MD, a 52 year old man from Winchester, was accused of stealing his daughter’s roommate’s lap top computer. He was charged in Malden District Court with larceny over $250 (a felony). A conviction would have cost him his job. The police accused him of stealing the lap top from the victim’s apartment and then giving it to his daughter’s mother to sell. He absolutely denied any intent to steal and claimed that he had taken the computer in the mistaken belief that it belonged to his daughter. His daughter was moving out of the apartment and had enlisted the help of her father in moving her stuff out. He honestly believed that the lap top belonged to his daughter.
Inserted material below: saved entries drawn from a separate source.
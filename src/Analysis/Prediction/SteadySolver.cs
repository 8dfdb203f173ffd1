using Lampwarden.Analysis.Lamps;
using Lampwarden.Analysis.Units;

namespace Lampwarden.Analysis.Prediction;

/// <summary>
/// The steady operating point of a bank and a unit as RMS values: the bank's resistance at the current it carries must be the one that
/// the unit sees. Allocates nothing after construction; starts from its last answer; not thread-safe.
/// </summary>
internal sealed class SteadySolver
{
    private const int MostIterations = 200;
    private const double Tolerance = 1e-9;

    private readonly UnitResponse unit;
    private readonly double sourceOhms;

    public SteadySolver(Bank bank, UnitResponse unit, double sourceOhms = 0)
    {
        Bank = new BankSolver(bank);
        (this.unit, this.sourceOhms) = (unit, sourceOhms);
    }

    /// <summary>The bank at the last answer.</summary>
    public BankSolver Bank { get; }

    /// <summary>The operating point at a supply voltage.</summary>
    public UnitPoint Solve(double volts)
    {
        var plain = unit.PlainOhms;
        if (!double.IsNaN(plain))
        {
            var amps = Bank.Feed(volts, plain + sourceOhms);
            return new UnitPoint(amps, amps * plain, amps * amps * plain);
        }

        // The bank's resistance grows with its current, and the unit's current falls with resistance before it: one meeting point.
        // Between cold and shorted it is bracketed; the Illinois rule (regula falsi that halves a stuck end) closes in.
        var shorted = Bank.Feed(volts, sourceOhms);
        var high = Math.Log(Bank.BankVolts / shorted) + 1e-9;
        var low = Math.Log(ColdOhms());
        var lowExcess = Excess(low, volts, out _);
        var highExcess = Excess(high, volts, out var point);
        var lastSide = 0;
        for (var iteration = 0; iteration < MostIterations && high - low > Tolerance; iteration++)
        {
            var middle = (low * highExcess - high * lowExcess) / (highExcess - lowExcess);
            if (!(middle > low && middle < high))
            {
                middle = 0.5 * (low + high);
            }

            var excess = Excess(middle, volts, out point);
            if (Math.Abs(excess) < Tolerance)
            {
                return point;
            }

            if (excess > 0)
            {
                highExcess *= lastSide > 0 ? 0.5 : 1;
                (low, lowExcess, lastSide) = (middle, excess, 1);
            }
            else
            {
                lowExcess *= lastSide < 0 ? 0.5 : 1;
                (high, highExcess, lastSide) = (middle, excess, -1);
            }
        }

        return point;
    }

    // How much more resistance, as a logarithm, the bank has at the unit's current than was supposed.
    private double Excess(double logOhms, double volts, out UnitPoint point)
    {
        var supposed = Math.Exp(logOhms);
        point = unit.At(volts, supposed + sourceOhms);
        var carried = point.Amps > 1e-12 ? Bank.Carry(point.Amps) / point.Amps : ColdOhms();
        return Math.Log(carried) - logOhms;
    }

    private double ColdOhms() => Bank.Carry(1e-9) / 1e-9;
}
In Massachusetts larceny requires proof of an intent to steal. The law in Massachusetts is that if you take another person’s property in an honest and reasonable belief that another person on whose behalf you are acting had a legal right to the property – even if that belief was in fact mistaken – then you are entitled to be found not guilty because you lacked an intent to steal. MD’s case was scheduled for jury trial on April 13, 2010. MD and Attorney Lewin appeared at Court ready for trial and the DA’s Office dismissed the case.